小池百合子都知事の頑張っている姿、私は最大限評価している。_*ある意味の古い政治と向き合って戦っておられる姿、共鳴もする。*_
How do you understand おられる姿? Thanks.


----------



## wingman1985

Does 
おられる mean both self-condescending and politeness towards 小池百合子都知事?


----------



## 810senior

おられる is a 敬語(honorific word), basically equivalent to 戦っている姿.


----------



## wingman1985

810senior said:


> おられる is a 敬語(honorific word), basically equivalent to 戦っている姿.


戦 means "fight", right?


----------



## 810senior

wingman1985 said:


> 戦 means "fight", right?


Yeah the first definition of 戦う(an infinitive form of 戦っておられる) is "to fight[verb]", though Judging from the context "to strive against" or "struggle with" might rather fit in.


----------



## wingman1985

810senior said:


> おられる is a 敬語(honorific word), basically equivalent to 戦っている姿.
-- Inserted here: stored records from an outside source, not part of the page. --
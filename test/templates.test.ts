/**
 * Every template in notebooks-templates/ executes through the real tslab
 * kernel under Jupyter (nbconvert's ExecutePreprocessor) with no cell error
 * and shows at least one derivation whose checks all pass. A stage template
 * also shows its tolerance corners and the output characteristic with its load
 * and operating point; a device-characterisation template (metadata.pinchoff.kind
 * "characterisation") instead shows its fits against the data on log and linear
 * axes, the residuals and the validity map, and writes a card that reads back.
 * The static contract (nbformat 4.5 with cell ids, one design-inputs cell,
 * invented demo data labelled, cautions) is checked first, without a kernel.
 */
import { execFileSync } from "node:child_process";
import { mkdtempSync, readdirSync, readFileSync, rmSync } from "node:fs";
import { tmpdir } from "node:os";
import { join, resolve } from "node:path";
import { afterAll, beforeAll, describe, expect, it } from "vitest";
import { dimensions } from "../lib/quantity.js";
import { readCardFile } from "../lib/device/card-file.js";

const root = resolve(import.meta.dirname, "..");
const dir = join(root, "notebooks-templates");
const templates = readdirSync(dir).filter((f) => f.endsWith(".ipynb")).sort();
const jupyterPath = join(root, ".kernel/share/jupyter");

interface Cell { cell_type: string; id?: string; metadata: { tags?: string[] }; source: string | string[]; outputs?: Output[] }
interface Output { output_type: string; name?: string; text?: string | string[]; data?: Record<string, unknown>; ename?: string; evalue?: string }
interface Notebook { nbformat: number; nbformat_minor: number; metadata: { kernelspec?: { name?: string }; pinchoff?: { demo?: boolean; kind?: string } }; cells: Cell[] }

const src = (c: Cell) => (Array.isArray(c.source) ? c.source.join("") : c.source);
const text = (t: string | string[] | undefined) => (Array.isArray(t) ? t.join("") : t ?? "");
const read = (p: string) => JSON.parse(readFileSync(p, "utf8")) as Notebook;
/** A device-characterisation template: measured data in, fitted card out (no stage, so no tolerance corners or load line). */
const characterises = (nb: Notebook) => nb.metadata.pinchoff?.kind === "characterisation";

describe("template files", () => {
  it("there are at least six stage templates and a device-characterisation template", () => {
    const kinds = templates.map((f) => characterises(read(join(dir, f))));
    expect(kinds.filter((k) => !k).length).toBeGreaterThanOrEqual(6);
    expect(kinds.filter((k) => k).length).toBeGreaterThanOrEqual(1);
  });
  describe.each(templates)("%s", (file) => {
    const nb = read(join(dir, file));
    it("is nbformat 4.5 with unique cell ids, the tslab kernel and no stored outputs", () => {
      expect([nb.nbformat, nb.nbformat_minor]).toEqual([4, 5]);
      expect(nb.metadata.kernelspec?.name).toBe("tslab");
      const ids = nb.cells.map((c) => c.id);
      ids.forEach((id) => expect(id).toMatch(/^[A-Za-z0-9-_]{1,64}$/));
      expect(new Set(ids).size).toBe(ids.length);
      nb.cells.filter((c) => c.cell_type === "code").forEach((c) => expect(c.outputs).toEqual([]));
    });
    it("has exactly one design-inputs cell, one NAME: [\"value unit\", \"dimension\"] entry per line", () => {
      const tagged = nb.cells.filter((c) => c.metadata.tags?.includes("design-inputs"));
      expect(tagged).toHaveLength(1);
      const lines = src(tagged[0]!).split("\n");
      expect(lines[0]).toBe("const given = designInputs({");
      expect(lines.at(-1)).toBe("});");
      const entries = lines.slice(1, -1);
      expect(entries.length).toBeGreaterThan(0);
      for (const l of entries) {
        const m = /^ {2}([A-Za-z_][A-Za-z0-9_]*): \["([^"\\]+)", "([A-Za-z]+)"\],$/.exec(l);
        expect(m, l).not.toBeNull();
        expect(Object.keys(dimensions)).toContain(m![3]);
      }
    });
    it("imports only package names, labels its demo data invented and carries the cautions", () => {
      const all = nb.cells.map(src).join("\n");
      for (const m of all.matchAll(/from\s+"([^"]+)"/g)) expect(["pinchoff", "pinchoff/notebook", "pinchoff/units", "pinchoff/render", "pinchoff/fit"]).toContain(m[1]);
      const first = nb.cells[0]!;
      expect(first.cell_type).toBe("markdown");
      expect(src(first)).toMatch(/^# /);
      expect(src(first)).toMatch(/invented/i);
      // A stage template's cards are invented; a characterisation template's data are measured and name their source.
      if (characterises(nb)) expect(src(first)).toMatch(/measurements[^]*data\/pdk180\/SOURCE\.md/);
      else expect(all).toMatch(/provenance: "(invented|fitted to the characterisation table)/);
      const md = nb.cells.filter((c) => c.cell_type === "markdown").map(src).join("\n");
      for (const phrase of [/approximate/i, /simulation/i, /measurement/i, /ratings/i, /local codes/i, /licensed/i]) expect(md).toMatch(phrase);
    });
    it("an on-chip design uses drawn resistor values and their on-chip spread, never an E-series at its board tolerance", () => {
      const all = nb.cells.map(src).join("\n");
      if (!/on-chip/i.test(src(nb.cells[0]!))) return;
      // Integrated resistors are drawn to any value and spread about ±20 % (from memory, typical of polysilicon).
      expect(all).not.toMatch(/series:\s*"E\d+"/);
      const rtol = /R_TOL: \["([\d.]+) %"/.exec(all);
      if (rtol) expect(Number(rtol[1])).toBeGreaterThanOrEqual(15);
    });

    it("a characterisation template: fits, error per region, plots, the written card and its use, in that order; replacing a card is an explicit input", () => {
      if (!characterises(nb)) return;
      const heading = (re: RegExp) => nb.cells.findIndex((c) => c.cell_type === "markdown" && re.test(src(c)));
      const order = [/^## Measurement file/, /^## Fits/, /^## Error per region/, /^## Plots/, /^## The card/, /^## Using the card/, /^## Summary/, /^## Cautions/].map(heading);
      order.forEach((i) => expect(i).toBeGreaterThan(0));
      expect([...order].sort((a, b) => a - b)).toEqual(order);
      const all = nb.cells.map(src).join("\n");
      for (const call of ["readMeasurements(", "fitSweep(", "fitFigures(", "writeCardFile(", "readCardFile("]) expect(all).toContain(call);
      expect(all).toMatch(/writeCardFile\([^)]*replace: given\.REPLACE_CARD/);
      const inputs = src(nb.cells.find((c) => c.metadata.tags?.includes("design-inputs"))!);
      for (const name of ["W", "L", "TEMP", "REPLACE_CARD"]) expect(inputs).toMatch(new RegExp(`^  ${name}: `, "m"));
    });

    it("has a tolerance section after the design and before the plots, with spreads, temperatures and their limits stated", () => {
      if (characterises(nb)) return;
      const heading = (re: RegExp) => nb.cells.findIndex((c) => c.cell_type === "markdown" && re.test(src(c)));
      const tol = heading(/^## Tolerances and temperature/);
      expect(tol).toBeGreaterThan(heading(/^## Design(\n|$)/));
      expect(tol).toBeLessThan(heading(/^## Plots/));
      const md = src(nb.cells[tol]!);
      for (const phrase of [/invented/i, /from memory/i, /monotone/i, /mismatch/i, /°C/]) expect(md).toMatch(phrase);
      expect(src(nb.cells[tol + 1]!)).toMatch(/toleranceAnalysis\(/);
      const inputs = src(nb.cells.find((c) => c.metadata.tags?.includes("design-inputs"))!);
      for (const name of ["VT0_SPREAD", "KP_SPREAD", "ID_BAND"]) expect(inputs).toMatch(new RegExp(`^  ${name}: `, "m"));
      expect(inputs.match(/"temperature"\]/g)?.length ?? 0).toBeGreaterThanOrEqual(2);
    });
  });
});

describe("templates run through the tslab kernel", () => {
  let out: string;
  beforeAll(() => {
    execFileSync(process.execPath, [join(root, "lib/setup/prepare.mjs"), "build", "kernel"], { cwd: root, stdio: "pipe" });
    out = mkdtempSync(join(tmpdir(), "pinchoff-templates-"));
  }, 300_000);
  afterAll(() => rmSync(out, { recursive: true, force: true }));

  it.each(templates)("%s executes with every check passing and its plots shown", (file) => {
    const target = join(out, file);
    // --allow-errors keeps the whole notebook, so the assertion can name the failing cell.
    execFileSync("jupyter", ["nbconvert", "--to", "notebook", "--execute", "--allow-errors", "--ExecutePreprocessor.kernel_name=tslab", "--ExecutePreprocessor.timeout=240", join(dir, file), "--output", target], {
      cwd: dir,
      env: { ...process.env, JUPYTER_PATH: jupyterPath },
      stdio: "pipe",
      timeout: 600_000,
    });
    const nb = read(target);
    const characterisation = characterises(nb);
    const problems: string[] = [];
    const printed: string[] = [];
    const derivations: Array<{ title: string; checks: Array<{ title: string; passed: boolean; value: number; max?: number; margin: number }>; findings?: Array<{ severity: string; text: string }> }> = [];
    const plots: Array<{ kind: string; figure: { data: Array<{ meta?: { role?: string } }> } }> = [];
    const parts: string[] = [];
    let libraryCarriers = 0;
    nb.cells.forEach((c, i) => {
      for (const o of c.outputs ?? []) {
        if (o.output_type === "error") problems.push(`cell ${i}: ${o.ename}: ${o.evalue}`);
        // tslab reports TypeScript errors on stderr and does not run the cell.
        if (o.output_type === "stream" && o.name === "stderr") problems.push(`cell ${i} stderr: ${text(o.text)}`);
        if (o.output_type === "stream" && o.name === "stdout") printed.push(text(o.text));
        const d = o.data?.["application/vnd.pinchoff.derivation+json"];
        if (d) derivations.push(d as (typeof derivations)[number]);
        const p = o.data?.["application/vnd.pinchoff.plot+json"];
        if (p) plots.push(p as (typeof plots)[number]);
        const part = o.data?.["application/vnd.pinchoff.part+json"] as { part?: string } | undefined;
        if (part?.part) parts.push(part.part);
        if (text(o.data?.["text/html"] as string | string[] | undefined).includes("data-pinchoff-plot-library")) libraryCarriers++;
      }
    });
    expect(problems).toEqual([]);
    expect(derivations.length).toBeGreaterThan(0);
    const failed = derivations.flatMap((d) => d.checks.filter((c) => !c.passed).map((c) => `${d.title}: ${c.title}`));
    expect(failed).toEqual([]);
    expect(derivations.reduce((n, d) => n + d.checks.length, 0)).toBeGreaterThan(0);
    if (characterisation) {
      // Measured against model on a log and a linear axis, the residuals and the validity map.
      const kinds = plots.map((p) => p.kind);
      const compared = plots.filter((p) => p.kind === "measured-against-model") as unknown as Array<{ figure: { layout: { yaxis?: { type?: string } }; data: Array<{ meta?: { role?: string } }> } }>;
      expect(compared.some((p) => p.figure.layout.yaxis?.type === "log")).toBe(true);
      expect(compared.some((p) => p.figure.layout.yaxis?.type !== "log")).toBe(true);
      for (const p of compared) expect(p.figure.data.map((t) => t.meta?.role)).toEqual(expect.arrayContaining(["measured", "model"]));
      expect(kinds).toContain("fit-residuals");
      expect(kinds).toContain("validity-map");
      expect(libraryCarriers).toBe(1);
      expect(parts).toEqual(["summary"]);
      // The card it wrote reads back as a valid EKV card; removed afterwards (the default path is a scratch folder).
      const path = /card written to (.+)/.exec(printed.join(""))?.[1]?.trim();
      expect(path, "the notebook prints the card's path").toBeDefined();
      try {
        const card = readCardFile(path!);
        expect((card as { model?: string }).model).toBe("ekv");
      } finally {
        rmSync(path!, { force: true });
      }
      return;
    }
    // The tolerance section ran its corners and recorded the saturation and drain-current checks.
    const tolerance = derivations.find((d) => d.title.startsWith("Tolerances and temperature"));
    expect(tolerance, "a derivation titled Tolerances and temperature").toBeDefined();
    const tolChecks = tolerance!.checks.map((c) => c.title);
    expect(tolChecks.some((t) => /^Saturation margin in every case/.test(t))).toBe(true);
    expect(tolChecks.some((t) => /^Drain current within ±[\d.]+ % of nominal in every case/.test(t))).toBe(true);
    expect(tolChecks.some((t) => /^No corner out of saturation/.test(t))).toBe(true);
    // A design an experienced engineer would sign (common practice): every transistor in strong inversion, where the
    // square law holds, and the drain-current band met with at least 15 % of the band to spare.
    const inversion = derivations.flatMap((d) => (d.findings ?? []).filter((f) => /\b(moderate|weak) inversion\b/i.test(f.text)).map((f) => `${d.title}: ${f.text}`));
    expect(inversion).toEqual([]);
    const band = tolerance!.checks.find((c) => /^Drain current within/.test(c.title))!;
    expect(band.margin / band.max!).toBeGreaterThanOrEqual(0.15);
    if (read(join(dir, file)).metadata.pinchoff?.demo) expect(band.max!).toBeLessThanOrEqual(0.2);
    const output = plots.find((p) => p.kind === "output-characteristics");
    expect(output).toBeDefined();
    const roles = output!.figure.data.map((t) => t.meta?.role);
    expect(roles).toContain("operating-point");
    expect(roles).toContain("boundary");
    expect(roles.some((r) => r === "load-line" || r === "load-curve")).toBe(true);
    expect(libraryCarriers).toBe(1);
    // The report's results box, corner spread and deck come from these marked outputs.
    expect(parts.filter((p) => p !== "frequency").sort()).toEqual(["corner-spread", "spice-deck", "summary"]);
    // A template with a frequency section shows its record, marks its frequency table for the report and draws a Bode plot.
    if (read(join(dir, file)).cells.some((c) => c.cell_type === "markdown" && /^## Frequency response/.test(src(c)))) {
      expect(derivations.some((d) => d.title.startsWith("Frequency response"))).toBe(true);
      expect(parts.filter((p) => p === "frequency")).toHaveLength(1);
      expect(plots.some((p) => p.kind === "bode")).toBe(true);
    }
  }, 600_000);
});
Per my check, I find that おられる is not equivalent to 戦っている姿. In fact, i think 姿 means condition or appearance.


----------



## frequency

wingman1985 said:


> Per my check, I find that おられる is not equivalent to 戦っている姿.


Oh really? I think it's equivalent to 戦っている姿. I agree with 810. Let's start from 戦っている姿. And if you say it in a 丁寧語 way, it will be 戦っておられる姿＝戦っていらっしゃる姿。 違うかな？



> In fact, i think 姿 means condition or appearance.


姿


----------



## wingman1985

frequency said:


> Oh really? I think it's equivalent to 戦っている姿. I agree with 810. Let's start from 戦っている姿. And if you say it in a 丁寧語 way, it will be 戦っておられる姿＝戦っていらっしゃる姿。 違うかな？
> 
> 
> 姿


still confused. Where does "fight against" in おられる if it is equivalent to  戦っている姿?


----------



## frequency

"be fighting against". Now Ms Koike is doing so, indeed.　戦っている＝戦っておられる（丁寧語？）


----------



## wingman1985

frequency said:


> "be fighting against". Now Ms Koike is doing so, indeed.　戦っている＝戦っておられる（丁寧語？）


I am reading basic types of honorifics for verbs. Thank you. Yes, "be fighting against" shall be used.


----------



## frequency

Good. Let's wait for the 2nd opinion. (Because I'm not sure about 丁寧語 things very much.)


----------



## 810senior

戦っておられる is the honorifics for 戦っている that can literally be translated to being fighting against. I mean いる and おられる both work as a continuous form, as in be -ing in English.


----------



## wingman1985

810senior said:


> 戦っておられる is the honorifics for 戦っている that can literally be translated to being fighting against. I mean いる and おられる both work as a continuous form, as in be -ing in English.


Quite clear now. Thank you.


----------